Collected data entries

:::

def read_duty_log(case: Case, source: str | Path, *, strict: bool = False) -> DutyLog:
    """Read a log, a CSV file or the text of one, of fields of `case` against time.

    Columns are named by the fields, with their units: `hot.inlet_temperature [degC]`. One column gives the time: `time`
    with ISO 8601 stamps, `time [h]`, or `hours [h]` in a table of bins. A reading holds until the next one, the last
    for the usual (median) step; an empty cell keeps the column's last value; neither longer than `duty.longest_hold`.
    A flow of zero is a stream that stands. With `strict` every note on the log is a fault.
    Raises CaseError for the file as a whole, InputError for an unknown time zone.
    """
    fields = logged_fields()
    columns = {"time": (TEXT, "duration"), "hours": ("duration",), **{p: (d.kind,) for p, d in fields.items()}}
    table = read_measurement_table(
        source, columns, (), MOST_READINGS, largest=LARGEST_LOG, ambient_pressure=case.site.ambient_pressure
    )
    _raise_header_faults(table)
    reading = _Reading(case, table)
    for fault in table.faulty:
        reading.leave_out(fault.reading, "unreadable", fault.text)
    reading.judge_ranges({path: fields[path] for path in table.values if path in fields})
    log = reading.bins() if "hours" in table.kinds else reading.course()
    if strict and (bad := [note for note in log.notes if note.kind not in HARMLESS]):
        raise CaseError(reading.said(bad))
    return log


def _raise_header_faults(table: MeasurementTable) -> None:
    """Refuse a log without time or without a field, or with fields that do not change over time."""
    fixed = [name for name in (each.partition("[")[0].strip() for each in table.ignored) if name in DECLARATIONS]
    if fixed:
        said = "cannot change in a log; leave the column out"
        raise CaseError([f"{table.label}: {name}: {said}{INSTEAD.get(name.partition('.')[2], '')}" for name in fixed])
    times = [name for name in ("time", "hours") if name in table.kinds]
    if len(times) != 1:
        said = "missing; write time, time [h], or hours [h] in a table of bins" if not times else "stands beside hours"
        raise CaseError([f"{table.label}: time: {said}"])
    for side in ("hot", "cold"):
        several = [path for path in FLOWS if path in table.kinds and path.startswith(side)]
        if len(several) > 1:
            raise CaseError([f"{table.label}: {' and '.join(several)} are one flow; leave one column of them"])
    if len(table.kinds) < 2:
        raise CaseError(
            [
                f"{table.label}: no column is a field of the case that may change; write for example "
                f"hot.inlet_temperature [degC]; may change: {', '.join(logged_fields())}"
            ]
        )


def _shortened(said: list[str]) -> list[str]:
    more = [f"and {len(said) - MOST_SAID} more like these"] if len(said) > MOST_SAID else []
    return [*said[:MOST_SAID], *more]


def usual_step(time: FloatArray) -> float:
    """Median step [s] between the different times of a log, whether their readings are good or not."""
    steps = np.diff(np.unique(time[np.isfinite(time)]))
    return float(np.median(steps)) if len(steps) else np.nan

:::

Work instructions | In the answer, give the lines from the first line of the data through the line with "Columns are named", exactly as they appear and with no additions.

Solution for this task |
def read_duty_log(case: Case, source: str | Path, *, strict: bool = False) -> DutyLog:
    """Read a log, a CSV file or the text of one, of fields of `case` against time.

    Columns are named by the fields, with their units: `hot.inlet_temperature [degC]`. One column gives the time: `time`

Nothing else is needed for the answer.